**WORK INSTRUCTION**
This task calls for copying every line of the records that includes the word "transform".

Collected data
*-*-*

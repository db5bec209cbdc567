"""Gaussian random skies: coefficients, maps with beam, pixel window, monopole and dipole.

Every function takes ``rng`` (see :mod:`cmbtools.simulate.random_streams`,
which states the reproducibility contract: block streams, drawn on several
threads); :func:`gaussian_sky` draws only the coefficients of
:func:`gaussian_alm`, with the beam and pixel window applied as they are drawn.
"""

from __future__ import annotations

import math
import numbers
from dataclasses import dataclass
from functools import cached_property

import numpy as np

from cmbtools._core import sht as _sht
from cmbtools._core.checks import check_cl, check_lmax, check_nside, check_positive, resolve_nthreads
from cmbtools._core.memory import check_memory, estimate_dipole_map_bytes, estimate_sky_bytes
from cmbtools.exceptions import InvalidInputError
from cmbtools.simulate.random_streams import block_normals, resolve_rng

__all__ = ["gaussian_alm", "gaussian_sky", "Dipole", "dipole_map"]


def gaussian_alm(cl, lmax, *, rng=None, nthreads=None) -> np.ndarray:
    """Draw the harmonic coefficients of a statistically isotropic Gaussian sky.

    Parameters
    ----------
    cl : array_like of shape (>= lmax+1,)
        Power spectrum C_l in K^2, indexed by ell from 0 (extra entries are ignored).
    lmax : int
        Largest multipole.
    rng : Generator, SeedSequence, int or None, optional
        Random source (see :mod:`cmbtools.simulate.random_streams` for the draws).
    nthreads : int, optional
        Threads that draw the random numbers (default: all cores); the
        coefficients do not depend on it.

    Returns
    -------
    alm : ndarray of complex128, shape (alm_size(lmax),)
        Coefficients in healpy's layout: ``a_l0`` real with variance ``C_l``,
        ``a_lm`` (m > 0) with real and imaginary parts each of variance ``C_l / 2``.
    """
    lmax = check_lmax(lmax)
    cl = check_cl(cl, "cl", lmax=lmax)[: lmax + 1]
    return _gaussian_alm(cl, lmax, rng, nthreads)


def _gaussian_alm(cl, lmax, rng, nthreads, factor=None) -> np.ndarray:
    """:func:`gaussian_alm` of checked inputs, the coefficients times ``factor`` (a function of ell) as drawn."""
    source = resolve_rng(rng)
    size = _sht.alm_size(lmax)
    amp = np.sqrt(0.5 * cl)
    if factor is not None:
        amp *= factor
    ell = _sht.alm_ell(lmax)
    alm = np.empty(size, dtype=np.complex128)
    pairs = alm.view(np.float64)  # the real and imaginary part of each coefficient, interleaved

    def scale(start, stop, values):  # a block holds whole coefficients (BLOCK_SIZE is even)
        parts = values.reshape(-1, 2)
        parts *= np.take(amp, ell[start // 2: stop // 2])[:, None]

    block_normals(source, 2 * size, out=pairs, transform=scale, nthreads=resolve_nthreads(nthreads))
    # m = 0 coefficients are real with the full variance C_l (their imaginary draws are not used)
    alm.real[: lmax + 1] *= math.sqrt(2.0)
    alm.imag[: lmax + 1] = 0.0
    return alm


def _beam_factor(beam, lmax) -> np.ndarray | None:
    """B_l up to lmax from None, a FWHM in arcmin, or an array."""
    from cmbtools.spectrum.beams import GaussianBeam

    if beam is None:
        return None
    if isinstance(beam, GaussianBeam):
        beam = beam.fwhm_arcmin
    if isinstance(beam, numbers.Real) and not isinstance(beam, bool):
        from cmbtools.spectrum.beams import gaussian_beam

        fwhm = check_positive(beam, "beam", allow_zero=True)
        return np.asarray(gaussian_beam(fwhm, lmax), dtype=np.float64)[: lmax + 1]
    try:
        b = np.asarray(beam, dtype=np.float64)
    except (TypeError, ValueError):
        raise InvalidInputError(
            f"The 'beam' parameter must be None, a FWHM in arcmin or an array B_l. Got {beam!r} instead."
        ) from None
    if b.ndim != 1 or b.size < lmax + 1:
        raise InvalidInputError(
            f"The 'beam' array must be 1-d and extend to ell={lmax}. Got shape {b.shape} instead."
        )
    if not np.all(np.isfinite(b)):
        raise InvalidInputError("The 'beam' array has non-finite values.")
    return b[: lmax + 1]


@dataclass(frozen=True)
class Dipole:
    """A dipole given by its amplitude and direction.

    Parameters
    ----------
    amplitude_k : float
        Amplitude in K (the map gains ``amplitude_k * cos(angle to the direction)``).
    lon_deg, lat_deg : float
        Direction in the map's own coordinates (longitude, latitude in degrees).
    """

    amplitude_k: float
    lon_deg: float
    lat_deg: float

    def __post_init__(self):
        for name in ("amplitude_k", "lon_deg", "lat_deg"):
            try:
                v = float(getattr(self, name))
            except (TypeError, ValueError):
                raise InvalidInputError(f"The {name!r} parameter must be a number. Got {getattr(self, name)!r} instead.") from None
            if not np.isfinite(v):
                raise InvalidInputError(f"The {name!r} parameter must be finite. Got {v!r} instead.")
            object.__setattr__(self, name, v)
        if not -90.0 <= self.lat_deg <= 90.0:
            raise InvalidInputError(f"The 'lat_deg' parameter must be in [-90, 90]. Got {self.lat_deg!r} instead.")

    @cached_property
    def vector(self) -> np.ndarray:
        """The dipole as a Cartesian 3-vector in K."""
        lon, lat = np.radians(self.lon_deg), np.radians(self.lat_deg)
        v = self.amplitude_k * np.array([np.cos(lat) * np.cos(lon), np.cos(lat) * np.sin(lon), np.sin(lat)])
        v.setflags(write=False)
        return v


def _dipole_vector(dipole) -> np.ndarray:
    if isinstance(dipole, Dipole):
        return np.asarray(dipole.vector)
    try:
        v = np.asarray(dipole, dtype=np.float64)
    except (TypeError, ValueError):
        v = None
    if v is None or v.shape != (3,) or not np.all(np.isfinite(v)):
        raise InvalidInputError(
            "The 'dipole' parameter must be a Cartesian 3-vector in K or a "
            f"cmbtools.simulate.Dipole(amplitude_k, lon_deg, lat_deg). Got {dipole!r} instead."
        )
    return v


def dipole_map(nside, dipole, *, force=False) -> np.ndarray:
    """A RING map of ``d . n`` for a dipole ``d`` (3-vector in K or :class:`Dipole`).

    ``force=True`` goes ahead (with a warning) when the map and its temporaries
    (about six maps) would not fit in the memory available; otherwise that
    raises :class:`~cmbtools.exceptions.MemoryLimitError` before allocating.

    Parameters
    ----------
    nside : int
        Resolution of the map.
    dipole : array_like of shape (3,) or Dipole
        The dipole: a Cartesian vector in K or a :class:`Dipole`.
    force : bool, default=False
        Go ahead even when the memory estimate exceeds what the machine has available.

    Returns
    -------
    ndarray of shape (12*nside**2,)
        The map in K, RING.
    """
    nside = check_nside(nside)
    v = _dipole_vector(dipole)
    check_memory(estimate_dipole_map_bytes(nside), f"A dipole map at nside {nside}", force=force)
    return _dipole_map(nside, v)


def _dipole_map(nside, v) -> np.ndarray:
    """``v . n`` on the RING grid (checked inputs; no memory check)."""
    import healpy as hp

    x, y, z = hp.pix2vec(nside, np.arange(12 * nside * nside))
    return v[0] * x + v[1] * y + v[2] * z


def gaussian_sky(
    cl,
    nside,
    *,
    lmax=None,
    beam=None,
    pixel_window=True,
    monopole=0.0,
    dipole=None,
    rng=None,
    nthreads=None,
    force=False,
    pixelise=False,
) -> np.ndarray:
    """Simulate a Gaussian CMB temperature map as an instrument would see it.

    The coefficients of :func:`gaussian_alm` are multiplied by the beam and the
    pixel window and synthesized on the HEALPix grid (or, with ``pixelise``,
    the beam-convolved sky is averaged over each pixel's area, as a detector's
    map holds it); then an optional monopole and dipole are added in pixel space.

    Parameters
    ----------
    cl : array_like
        Sky power spectrum C_l in K^2, indexed by ell from 0.
    nside : int
        HEALPix resolution of the output.
    lmax : int, optional
        Largest multipole simulated; default ``min(3*nside - 1, len(cl) - 1)``;
        at most ``4*nside - 1``.
    beam : None, float or array_like, optional
        None (no beam), a Gaussian beam FWHM in arcmin, or the beam transfer B_l.
    pixel_window : bool, default=True
        Multiply by the HEALPix pixel window of ``nside``, computed by cmbtools
        itself (:func:`cmbtools.spectrum.pixel_windows.pixel_window`; no download).
    monopole : float, default=0
        Constant added to every pixel, in K.
    dipole : array_like of shape (3,) or Dipole, optional
        Dipole added in pixel space: a Cartesian vector in K, or a
        :class:`Dipole` (amplitude in K, longitude and latitude in degrees).
    rng : Generator, SeedSequence, int or None, optional
        Random source; use :func:`simulation_rng` for sets of simulations.
    nthreads : int, optional
        Threads for the random numbers and the transform (default: all cores).
    force : bool, default=False
        Go ahead (with a :class:`~cmbtools.exceptions.CmbtoolsWarning`) even
        when the memory estimate exceeds what the machine has available.
    pixelise : bool, default=False
        Average the beam-convolved sky over the area of each pixel
        (:func:`cmbtools.simulate.pixel_averaging.pixel_averaged_map`, 16
        quadrature nodes per pixel) instead of sampling it, smoothed by the
        pixel window, at the pixel centres: the pixels' own shapes, which the
        isotropic window leaves out, are then in the map.  The estimator's
        default ``averaged_pixels`` model assumes such maps.  Needs
        ``pixel_window=True`` (the averaging is the pixel window); about 20
        times slower than the synthesis (0.8 s at nside 128).

    Returns
    -------
    m : ndarray of float64, shape (12*nside**2,)
        The map in K_CMB, RING ordering.

    Raises
    ------
    MemoryLimitError
        If the map, its coefficients and the transform would not fit in
        memory (estimated before allocating; unless ``force``).
    """
    nside = check_nside(nside)
    cl = check_cl(cl, "cl")
    if lmax is None:
        lmax = min(3 * nside - 1, cl.size - 1)
    lmax = check_lmax(lmax, nside)
    if cl.size < lmax + 1:
        raise InvalidInputError(f"The 'cl' must extend to ell={lmax}. Got ell up to {cl.size - 1} instead.")
    try:
        monopole = float(monopole)
    except (TypeError, ValueError):
        raise InvalidInputError(f"The 'monopole' parameter must be a number in K. Got {monopole!r} instead.") from None
    if not np.isfinite(monopole):
        raise InvalidInputError(f"The 'monopole' parameter must be finite. Got {monopole!r} instead.")
    if not isinstance(pixel_window, (bool, np.bool_)):
        raise InvalidInputError(f"The 'pixel_window' parameter must be True or False. Got {pixel_window!r} instead.")
    pixelise = _check_pixelise(pixelise, pixel_window)
    dip = None if dipole is None else _dipole_vector(dipole)
    check_memory(
        max(estimate_sky_bytes(nside, lmax, dip is not None), _averaging_bytes(nside, lmax, 1) if pixelise else 0),
        f"A simulated sky at nside {nside} with lmax {lmax}", force=force
    )
    b = _beam_factor(beam, lmax)
    if pixelise:
        return _averaged_sky(cl, nside, lmax, b, monopole, dip, rng, nthreads)
    return _gaussian_sky(cl, nside, lmax, b, pixel_window, monopole, dip, rng, nthreads)


def _check_pixelise(pixelise, pixel_window) -> bool:
    if not isinstance(pixelise, (bool, np.bool_)):
        raise InvalidInputError(f"The 'pixelise' parameter must be True or False. Got {pixelise!r} instead.")
    if pixelise and not pixel_window:
        raise InvalidInputError("The 'pixelise' parameter averages the sky over each pixel, which is the pixel window: "
                                "leave 'pixel_window' True with it.")
    return bool(pixelise)


def _averaging_bytes(nside, lmax, n_fields) -> int:
    """Peak bytes of :func:`~cmbtools.simulate.pixel_averaging.pixel_averaged_map` for ``n_fields`` maps."""
    from cmbtools.simulate.pixel_averaging import averaging_order

    nodes = 12 * nside * nside * averaging_order(nside, lmax) ** 2
    # the rule (pixel, theta and phi, weight), the values at the nodes and their weighted copy, the output maps
    return int(nodes * (8 + 16 + 8 + 16 * n_fields)) + 2 * n_fields * 12 * nside * nside * 8


def _averaged_sky(cl, nside, lmax, b, monopole, dip, rng, nthreads) -> np.ndarray:
    """The beam-convolved sky of :func:`_gaussian_sky`'s draws averaged over each pixel (checked inputs)."""
    from cmbtools.simulate.pixel_averaging import pixel_averaged_map

    transfer = np.ones(lmax + 1) if b is None else np.asarray(b, dtype=np.float64)
    alm = _gaussian_alm(np.asarray(cl, dtype=np.float64)[: lmax + 1], lmax, rng, nthreads, transfer)
    m = pixel_averaged_map(alm, nside, lmax, nthreads=nthreads)
    del alm
    if monopole:
        m += monopole
    if dip is not None:
        m += _dipole_map(nside, dip)
    return m


def _gaussian_sky(cl, nside, lmax, b, pixel_window, monopole, dip, rng, nthreads, rings=None) -> np.ndarray:
    """:func:`gaussian_sky` on checked inputs (``b``: B_l or None; ``dip``: a 3-vector or None); no memory check.

    ``rings`` (boolean over the rings): synthesize only those and leave the
    other pixels at 0 before the monopole and dipole are added (for a sky
    that a mask touching only those rings will weight).
    """

    transfer = np.ones(lmax + 1)
    if b is not None:
        transfer *= b
    if pixel_window:
        from cmbtools.spectrum.pixel_windows import pixel_window as _pixel_window

        transfer *= np.asarray(_pixel_window(nside, lmax), dtype=np.float64)[: lmax + 1]

    alm = _gaussian_alm(np.asarray(cl, dtype=np.float64)[: lmax + 1], lmax, rng, nthreads, transfer)
    m = _sht.alm2map(alm, nside, lmax, nthreads=nthreads, rings=rings)
    if monopole:
        m += monopole
    if dip is not None:
        m += _dipole_map(nside, dip)
    return m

*-*-*

**TASK OUTPUT**
    block_normals(source, 2 * size, out=pairs, transform=scale, nthreads=resolve_nthreads(nthreads))
        Threads for the random numbers and the transform (default: all cores).
        If the map, its coefficients and the transform would not fit in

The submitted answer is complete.